# I need a favour if somebody has some time.



## goboenomo (Jul 20, 2008)

Would somebody be able to go to my baking thread (link in my signature) and take the pictures I have posted and repost them not using photobucket? I cannot see any photos from photobucket, nor can I go to the website, and I don't have the photos on the computer.

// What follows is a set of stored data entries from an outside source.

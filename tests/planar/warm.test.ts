// Idle warm-up of planar and axisymmetric drive-only edits (engine/planar/warm.ts): the stored
// per-electrode values are built in chunks that a stop can interrupt, and a live solve sums the
// chunks that are complete and evaluates the rest afresh. Either way the picture is the fresh
// solve's: the field is linear in the drives (superposition, e.g. Jackson, Classical
// Electrodynamics, sec. 1.13).
import { describe, expect, it } from 'vitest';
import { analyzeText } from '../../grammar/index';
import type { Scene } from '../../grammar/scene';
import { createEngineCache, solveScene } from '../../server/src/engine/index';
import type { Result } from '../../server/src/engine/result';
import { warmStoredGrids2d } from '../../server/src/engine/planar/warm';

const planar = (hv: string, ground: boolean) => `
space planar
medium oil
mesh size 8 mm
electrode bar circle center (-40 mm, 60 mm) radius 10 mm potential ${hv}
electrode shield strip from (-80, 120) mm to (80, 120) mm floating
electrode rod circle center (40 mm, 60 mm) radius 8 mm potential -3 kV
${ground ? 'ground plane at y = 0' : ''}
charge dust point at (0, 30) mm density 1 nC/m
slice from (-100, 1) mm to (100, 140) mm cells 40
probe across line from (-20, 60) mm to (20, 60) mm samples 9
`;

const axisymmetric = (hv: string) => `
space axisymmetric
medium air
mesh size 8 mm
electrode stem revolve (0, -60) mm (10, -60) mm (10, 40) mm (0, 40) mm potential ${hv}
electrode halo torus center (0, 70) mm major 30 mm minor 5 mm floating
electrode can revolve (60, -80) mm (60, 60) mm (66, 60) mm (66, -80) mm (60, -80) mm potential 0 V
charge ions ring at (25, 50) mm density 0.1 nC/m
slice from (-80, -90) mm to (80, 100) mm cells 40
probe gap point at (35, 0) mm
`;

function scene(text: string): Scene {
  const a = analyzeText(text);
  expect(a.diagnostics.filter((d) => d.severity === 'error')).toEqual([]);
  return a.scene;
}

function expectSame(edited: Result, fresh: Result): void {
  const rel = (a: ArrayLike<number>, b: ArrayLike<number>) => {
    let scale = 0, diff = 0;
    for (let i = 0; i < b.length; i++) {
      if (Number.isNaN(b[i])) {
        expect(Number.isNaN(a[i])).toBe(true);
        continue;
      }
      scale = Math.max(scale, Math.abs(b[i]));
      diff = Math.max(diff, Math.abs(a[i] - b[i]));
    }
    return diff / scale;
  };
  expect(rel(edited.electrodes.map((e) => e.maxField), fresh.electrodes.map((e) => e.maxField))).toBeLessThan(1e-9);
  expect(rel(edited.slices[0].potential, fresh.slices[0].potential)).toBeLessThan(1e-9);
  // 32-bit field components: equal to their rounding.
  expect(rel(edited.slices[0].fieldMagnitude, fresh.slices[0].fieldMagnitude)).toBeLessThan(1e-6);
  const probe = (r: Result) => r.probes.flatMap((p) => p.points.map((q) => q.potential));
  expect(rel(probe(edited), probe(fresh))).toBeLessThan(1e-9);
}

/** A stop that lets `polls` polls through. */
const stopAfter = (polls: number) => () => polls-- <= 0;

describe('idle warm-up of 2d drive-only edits', () => {
  const cases: [string, (hv: string) => string][] = [
    ['planar with a ground plane', (hv) => planar(hv, true)],
    ['planar without ground (potential at infinity unknown)', (hv) => planar(hv, false)],
    ['axisymmetric', axisymmetric],
  ];
  for (const [name, text] of cases) {
    it(`${name}: a warm-up stopped partway, then a drive edit, then a finished warm-up all give the fresh picture`, () => {
      const cache = createEngineCache();
      const options = { level: 'full' as const, cache, maxGridCells: 1600 };
      const fresh = (hv: string) => solveScene(scene(text(hv)), { level: 'full', maxGridCells: 1600 })!;
      // Nothing cached yet: the warm-up factors nothing and says so.
      expect(warmStoredGrids2d(scene(text('10 kV')), createEngineCache(), () => false, options)).toBe(false);
      solveScene(scene(text('10 kV')), options);
      // Stopped after a few chunks: not complete.
      expect(warmStoredGrids2d(scene(text('10 kV')), cache, stopAfter(6), options)).toBe(false);
      // A live drive edit sums what is stored and evaluates the rest (it builds nothing: the cache is warmed in the background).
      expectSame(solveScene(scene(text('14 kV')), options)!, fresh('14 kV'));
      expect(warmStoredGrids2d(scene(text('14 kV')), cache, () => false, options)).toBe(true);
      const edited = solveScene(scene(text('7 kV')), options)!;
      expect(edited.stats.timings.slicesSuperposed).toBeDefined();
      expectSame(edited, fresh('7 kV'));
      // A new geometry in a warmed cache: its full solve keeps every unit solution's values as it goes,
      // so the next drive edit sums them with no warm-up in between.
      const moved = (hv: string) => text(hv).replace('mesh size 8 mm', 'mesh size 7 mm');
      solveScene(scene(moved('7 kV')), options);
      // Nothing left to build: the warm-up polls only twice (after the drives and after the slice), never per chunk.
      expect(warmStoredGrids2d(scene(moved('7 kV')), cache, stopAfter(2), options)).toBe(true);
      const next = solveScene(scene(moved('12 kV')), options)!;
      expect(next.stats.timings.slicesSuperposed).toBeDefined();
      expectSame(next, solveScene(scene(moved('12 kV')), { level: 'full', maxGridCells: 1600 })!);
    });
  }

  it('a 3d scene has nothing to warm here', () => {
    const cache = createEngineCache();
    expect(warmStoredGrids2d(scene('electrode s sphere center (0, 0, 0) mm radius 10 mm potential 1 kV\n'), cache, () => false)).toBe(true);
  });
});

Please and thank you.


----------



## texasgirl (Jul 20, 2008)

can you see this one?


----------



## goboenomo (Jul 20, 2008)

Thank you, texasgirl.


----------



## texasgirl (Jul 20, 2008)

that's strange, it didn't work this time


----------



## texasgirl (Jul 20, 2008)

here is one more. i'll go fix the others and post soon.


----------



## texasgirl (Jul 20, 2008)

2 more to go.


----------



## texasgirl (Jul 20, 2008)

here you go.


----------



## texasgirl (Jul 20, 2008)

ok, that's all of them.


----------



## goboenomo (Jul 20, 2008)

<3 thank you!


----------



## texasgirl (Jul 20, 2008)

i went ahead and made these jpg's too. in case you have any trouble with those links.


----------



## goboenomo (Jul 20, 2008)

Awesome. The others worked just fine too. Thanks again.


----------



## jkath (Jul 20, 2008)

texas, I wish I could've given you karma for each photo!


----------



## kitchenelf (Jul 20, 2008)

jkath said:


> texas, I wish I could've given you karma for each photo!



I gave her karma for you!


----------



## texasgirl (Jul 20, 2008)

aww, thank you, but, it wasn't anything big to do.


----------



## kadesma (Jul 20, 2008)

Yes it was Stacy that was  such a nice thing to do..Mom to the rescue again Karma coming 

cj


----------



## Maverick2272 (Jul 21, 2008)

Very cool of you to do that, and cool we get to see the pics too! LOL.


----------



## Cookinggal (Aug 8, 2008)

Hi, i'm new. U guys are so helpful and i really like this forum


----------



## texasgirl (Aug 10, 2008)

Cookinggal said:


> Hi, i'm new. U guys are so helpful and i really like this forum


 
that is what this place is all about.


----------